Food-borne illnesses can occur anytime food is involved, So basic sound food practices should always be followed, whether the food is being prepared at a restaurant, at home or at a church picnic.
Proper food storage, processing and handling eliminates most, if not all, food- borne risks. Through cooking has proved an adequate safeguard. Food should always be properly refrigerated. Raw meat products should be segregated from cooked products. Perhaps most important, when in doubt, throw it out.
The basic products farmers produce are not usually the source of bacterial diseases. After the products leave the farm, however, meat, milk and other high- protein foods, on occasion, can be subject to contamination during processing, handling, storing and the actual preparation of the food.
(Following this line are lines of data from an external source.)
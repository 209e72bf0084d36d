/** What must be undone at the end, in reverse order of its making. */
export interface Shutdown {
  /** Registers something that was opened; `close` runs once, at most `STEP_TIMEOUT_MS` long. */
  add(name: string, close: () => Promise<unknown> | void): void;
  /**
   * Closes everything, newest first. A step that fails or hangs is reported and does not stop the others. May be called
   * again for what was added since.
   */
  run(): Promise<void>;
}

const STEP_TIMEOUT_MS = 35_000;

export function createShutdown(onError: (step: string, error: unknown) => void, stepTimeoutMs: number = STEP_TIMEOUT_MS): Shutdown {
  const steps: Array<{ name: string; close: () => Promise<unknown> | void }> = [];
  let running: Promise<void> = Promise.resolve();

  async function closeAll(): Promise<void> {
    for (let step = steps.pop(); step !== undefined; step = steps.pop()) {
      try {
        await withTimeout(step.close, stepTimeoutMs);
      } catch (error) {
        onError(step.name, error);
      }
    }
  }

  return {
    add: (name, close) => void steps.push({ name, close }),
    run: () => (running = running.then(closeAll)),
  };
}

async function withTimeout(close: () => Promise<unknown> | void, milliseconds: number): Promise<void> {
  let timer: NodeJS.Timeout | undefined;
  const timeout = new Promise<never>((_resolve, reject) => {
    timer = setTimeout(() => reject(new Error(`not done after ${milliseconds} ms`)), milliseconds);
  });
  try {
    await Promise.race([Promise.resolve().then(close), timeout]);
  } finally {
    clearTimeout(timer);
  }
}
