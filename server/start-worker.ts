import { pino } from 'pino';
import { ConnectionError } from 'sequelize';
import { createComputePool } from './compute/pool.js';
import { connectRedis } from './compute/redis/redis-connection.js';
import { startRunWorker } from './compute/redis/run-worker.js';
import type { WorkerConfig } from './config/worker-config.js';
import { connectDatabase } from './database/connect.js';
import { createMigrator } from './database/migrate.js';
import { initModels } from './models/init-models.js';
import type { Shutdown } from './shutdown.js';

/** The database is not there, or not that of this version. */
export class DatabaseNotReady extends Error {
  override readonly name = 'DatabaseNotReady';
}

/** A process that works on shards and nothing else: database, Redis, threads. */
export async function startWorker(config: WorkerConfig, shutdown: Shutdown): Promise<void> {
  const logger = pino({ level: config.logLevel });
  const sequelize = connectDatabase(config.databaseUrl);
  shutdown.add('database connections', () => sequelize.close());
  await requireSchema(sequelize);
  initModels(sequelize);
  const redis = await connectRedis(config.redisUrl, logger);
  shutdown.add('Redis connection', () => redis.disconnect());
  const compute = createComputePool({
    threads: config.computeThreads,
    shardHeapMegabytes: config.shardMemoryMegabytes,
    onFault: (error) => logger.error({ err: error }, 'compute thread failed'),
  });
  shutdown.add('compute threads', () => compute.close());
  const worker = await startRunWorker({ redis, compute, sequelize, logger, timing: { lockMs: config.jobLockSeconds * 1000 } });
  shutdown.add('run worker', () => worker.close());
}

/** The server alone changes the schema. */
async function requireSchema(sequelize: ReturnType<typeof connectDatabase>): Promise<void> {
  try {
    const pending = await createMigrator(sequelize).pending();
    if (pending.length > 0)
      throw new DatabaseNotReady('The database is not that of this version yet: start the server first, then the worker.');
  } catch (error) {
    if (error instanceof ConnectionError) throw new DatabaseNotReady(`DATABASE_URL: no database answers there (${error.message}).`);
    throw error;
  }
}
New food safety standards have been put in place by the federal government to further ensure the food we eat is safe.
Integrated Pest Management (IPM)
American farmers fully support practices that enable them to reduce pesticide use. They’ve been using IPM tactics such as field scouting and even crop rotation for years. IPM is a management practice that uses cultural practices and natural pest enemies to reduce the use of crop protectants. They will continue to expand IPM use whenever possible.
As business people, farmers are interested in lowering costs associated with using crop protectants. IPM can help them do that. IPM, however, does not mean totally eliminating the use of crop protectants. Some are even used in conjunction with modern IPM techniques.
Farmers will continue to work with universities like NC State and researchers like those in the College of Agriculture and Life Sciences to develop new techniques that lessen the use and expense of crop protectants.